Search code examples
pandasdataframeimputation

Pandas: Imputing values per groups if there is sufficient adjacent data


I have customer data for individual periods. For some customers for some periods there are missing values. I would like to impute these values according to the following rule:

If the values for the preceding 2 periods and the following 2 periods exist, replace the missing value with the average of these 4 values.
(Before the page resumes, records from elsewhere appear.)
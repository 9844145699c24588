/**
 * Writes a site file that `parseSite` reads back to the same site: for a first file made from a history, with a comment
 * beside what was found rather than declared.
 */
import type { Document } from 'yaml';
import { formatDuration } from './duration.ts';
import type { Input, Signal, Site } from './site.ts';
import { type Exclusion, plainExclusion } from './site-exclude.ts';
import { plainPayload } from './site-payload.ts';
import { plainSignalWarn, plainWarn } from './site-warn.ts';
import { yamlLibrary } from './yaml-library.ts';

const withoutNulls = (map: Record<string, unknown>): Record<string, unknown> =>
  Object.fromEntries(Object.entries(map).filter(([, value]) => value !== null));

const plainSignal = (signal: Signal | Input): Record<string, unknown> => {
  const { highHigh, high, low, lowLow } = signal.limits;
  const limits = withoutNulls({ high_high: highHigh, high, low, low_low: lowLow });
  return withoutNulls({
    name: signal.name,
    topic: signal.topic,
    payload: plainPayload(signal.payload),
    unit: signal.unit,
    sent_in: signal.sentIn,
    scale: signal.scale === 1 ? null : signal.scale,
    offset: signal.offset === 0 ? null : signal.offset,
    wraps_at: signal.wrapsAt,
    resolution: signal.resolution,
    range: signal.range,
    aggregate: signal.aggregate,
    limits: Object.keys(limits).length === 0 ? null : limits,
    warn: plainSignalWarn(signal.warn),
    column: signal.column === signal.name ? null : signal.column,
    plan_topic: 'planTopic' in signal ? signal.planTopic : null,
  });
};

const plainSite = (site: Site): Record<string, unknown> =>
  withoutNulls({
    site: site.site,
    class: site.equipmentClass,
    time_zone: site.timeZone,
    tick: formatDuration(site.tickMs),
    horizon: site.horizon,
    lateness: formatDuration(site.latenessMs),
    root: site.root,
    residual_budget: site.residualBytesPerDay,
    warn: plainWarn(site.warn),
    signals: site.signals.map(plainSignal),
    inputs: site.inputs.length === 0 ? null : site.inputs.map(plainSignal),
    calendar: {
      time_of_day: site.calendar.timeOfDay,
      day_of_week: site.calendar.dayOfWeek,
      holidays: site.calendar.holidays,
    },
    exclude: site.exclude.length === 0 ? null : site.exclude.map(plainExclusion),
  });

/** "signals[0].limits.high" as steps. */
const stepsOf = (path: string): readonly string[] => path.split(/[.[\]]+/).filter((step) => step !== '');

const oneLine = (text: string): string => ` ${text.replace(/\s+/g, ' ').trim()}`;

const addComment = (document: Document, path: string, text: string): void => {
  const { isMap, isNode, isScalar, isSeq } = yamlLibrary();
  const node: unknown = document.getIn(
    stepsOf(path).map((step) => (/^\d+$/.test(step) ? Number(step) : step)),
    true,
  );
  // After a block list or map a comment would land behind its last line; before its first it stays beside its key.
  if (isScalar(node) || (isNode(node) && isSeq(node) && node.flow === true)) node.comment = oneLine(text);
  else if (isMap(node) || isSeq(node)) node.commentBefore = oneLine(text);
};

/**
 * YAML text of a site; every default written out, so that the file shows what may be changed.
 *
 * units   comments by field path as error messages write it ("signals[0].resolution"); '' is the head of the file; a
 *         path the file does not have is passed over
 */
export const formatSite = (site: Site, comments: Readonly<Record<string, string>> = {}): string => {
  const { Document, isMap, isSeq } = yamlLibrary();
  const document = new Document(plainSite(site), { version: '1.2', schema: 'core' });
  for (const list of ['signals', 'inputs'] as const) {
    for (let i = 0; i < site[list].length; i++) {
      for (const key of ['range', 'payload', 'limits', 'warn']) {
        const node: unknown = document.getIn([list, i, key], true);
        if (isMap(node) || isSeq(node)) node.flow = true;
      }
    }
  }
  for (let i = 0; i < site.exclude.length; i++) {
    for (const key of ['when', 'signals']) {
      const node: unknown = document.getIn(['exclude', i, key], true);
      if (isMap(node) || isSeq(node)) node.flow = true;
    }
  }
  const warn: unknown = document.get('warn', true);
  if (isMap(warn)) warn.flow = true;
  for (const [path, text] of Object.entries(comments)) {
    if (path === '') document.commentBefore = text.split('\n').map(oneLine).join('\n');
    else addComment(document, path, text);
  }
  return document.toString({ lineWidth: 0, flowCollectionPadding: false });
};

/** The key `exclude` of a site file by itself, an entry a line, as it may be pasted into one. */
export const formatExclude = (entries: readonly Exclusion[]): string => {
  const { Document, isMap } = yamlLibrary();
  const document = new Document({ exclude: entries.map(plainExclusion) }, { version: '1.2', schema: 'core' });
  for (let i = 0; i < entries.length; i++) {
    const node: unknown = document.getIn(['exclude', i], true);
    if (isMap(node)) node.flow = true;
  }
  return document.toString({ lineWidth: 0, flowCollectionPadding: false });
};
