/** `stillwell site`: a first site file, from what a history tells. */
import { formatSite, isName, NAME_RULE, parseSite } from '@stillwell/protocol';
import { Command } from 'commander';
import { TrainError } from '../errors.ts';
import { counted } from '../history/finding.ts';
import { draftSite } from '../history/site-draft.ts';
import { refuseToReplace } from '../key-file.ts';
import { several } from '../option-values.ts';
import { writeOutput } from '../output-file.ts';
import { createProgress } from '../progress.ts';

interface SiteOptions {
  readonly history: string[];
  readonly name: string;
  readonly class: string;
  readonly timeZone?: string;
  readonly out?: string;
  readonly force: boolean;
  readonly json: boolean;
}

/** The command, to be joined to the program. */
export function siteCommand(): Command {
  return new Command('site')
    .description(
      'Writes a first site file from a history: signals, tick, resolution and ranges, with comments to go over.',
    )
    .requiredOption(
      '--history <files...>',
      'CSV (wide, or long with time, signal, value), NDJSON or Parquet files, text also as .gz or .zst; folders and patterns too',
      several,
    )
    .option('--name <name>', 'name of the site, one level of its topics', 'my-site')
    .option('--class <class>', 'equipment class, such as wet-well or cold-store', 'general')
    .option('--time-zone <zone>', 'where the plant stands, and zone of times that carry none, such as Europe/London')
    .option('--out <file>', 'file to write; standard output when absent')
    .option('--force', 'replace --out if it is there already', false)
    .option('--json', 'say what was found as JSON; needs --out', false)
    .addHelpText(
      'after',
      '\nExample:\n  stillwell site --history logs/2024.csv --name mill-lane --class wet-well --time-zone Europe/London --out site.yaml',
    )
    .action(writeSite);
}

async function writeSite(options: SiteOptions): Promise<void> {
  if (!isName(options.name)) throw new TrainError('options', `--name: expected ${NAME_RULE}, got "${options.name}"`);
  if (options.json && options.out === undefined)
    throw new TrainError(
      'options',
      '--json: expected --out beside it, since the site file itself goes to standard output; add --out',
    );
  if (options.out !== undefined) refuseToReplace(options.out, options.force);
  const { site, comments, note } = await draftSite(options.history, {
    name: options.name,
    equipmentClass: options.class,
    zone: options.timeZone ?? null,
    progress: createProgress('reading'),
  });
  const text = formatSite(site, comments);
  // Whatever is written must be read back: the same check the gateway makes.
  parseSite(text, options.out ?? 'site file');
  if (note !== null && !options.json) process.stderr.write(`${note}\n`);
  if (options.out === undefined) {
    process.stdout.write(text);
    return;
  }
  writeOutput(options.out, text);
  process.stdout.write(
    options.json
      ? `${JSON.stringify({ out: options.out, site: site.site, tick_ms: site.tickMs, horizon: site.horizon, signals: site.signals.map(({ name }) => name), ...(note === null ? {} : { note }) })}\n`
      : `${options.out}: ${site.site}, ${counted(site.signals.length, 'signal')}, tick ${site.tickMs / 1000} s, horizon ${site.horizon} ticks; go over it before fitting\n`,
  );
}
Also, I would like to set an indicator flag that this value has been imputed.

Here is the starting point:

df=pd.DataFrame({'cust_id': [1,1,1,1,1,1,2,2,2,2,2,2],
                 'period' : [1,2,3,4,5,6,1,2,3,4,5,6],
                 'volume' : [1,2,NaN,4,5,6,7,NaN,9,Nan,11,Nan]})

In the dataframe above for customer1 there is a missing value for period 3. According to the above rule it can be filled with the average of the 2 values before it and the two values that follow it.

For customer2 this rule won't change anything - there are 3 missing values in his case but there are not enough values on either side of each NaN value to compute the average.

So the end result will be:

df=pd.DataFrame({'cust_id': [1,1,1,1,1,1,2,2,2,2,2,2],
                 'period' : [1,2,3,4,5,6,1,2,3,4,5,6],
                 'volume' : [1,2,6,4,5,6,7,NaN,9,Nan,11,Nan],
                 'imputed' : [0,0,1,0,0,0,0,0,0,0,0,0]})

How to do that?


Solution

  • The following function does what is needed:

    def impute_means (df, feat, min_per):
        imp_feat = f'imputed_{feat}'
        imputed = df.groupby('cust_id')[feat].rolling(5, min_periods = min_per, center = True).mean().droplevel(0)
        df[imp_feat] = (imputed.notna() & df[feat].isna()).astype(int)
        df[feat] = df[feat].fillna(imputed)
        print(f'Imputed {df[imp_feat].sum()} values for {feat}')
    

    The min_periods parameter sets the minimal number of non null values within the adjacent window. The windows is set to 5 and is centered around the current row.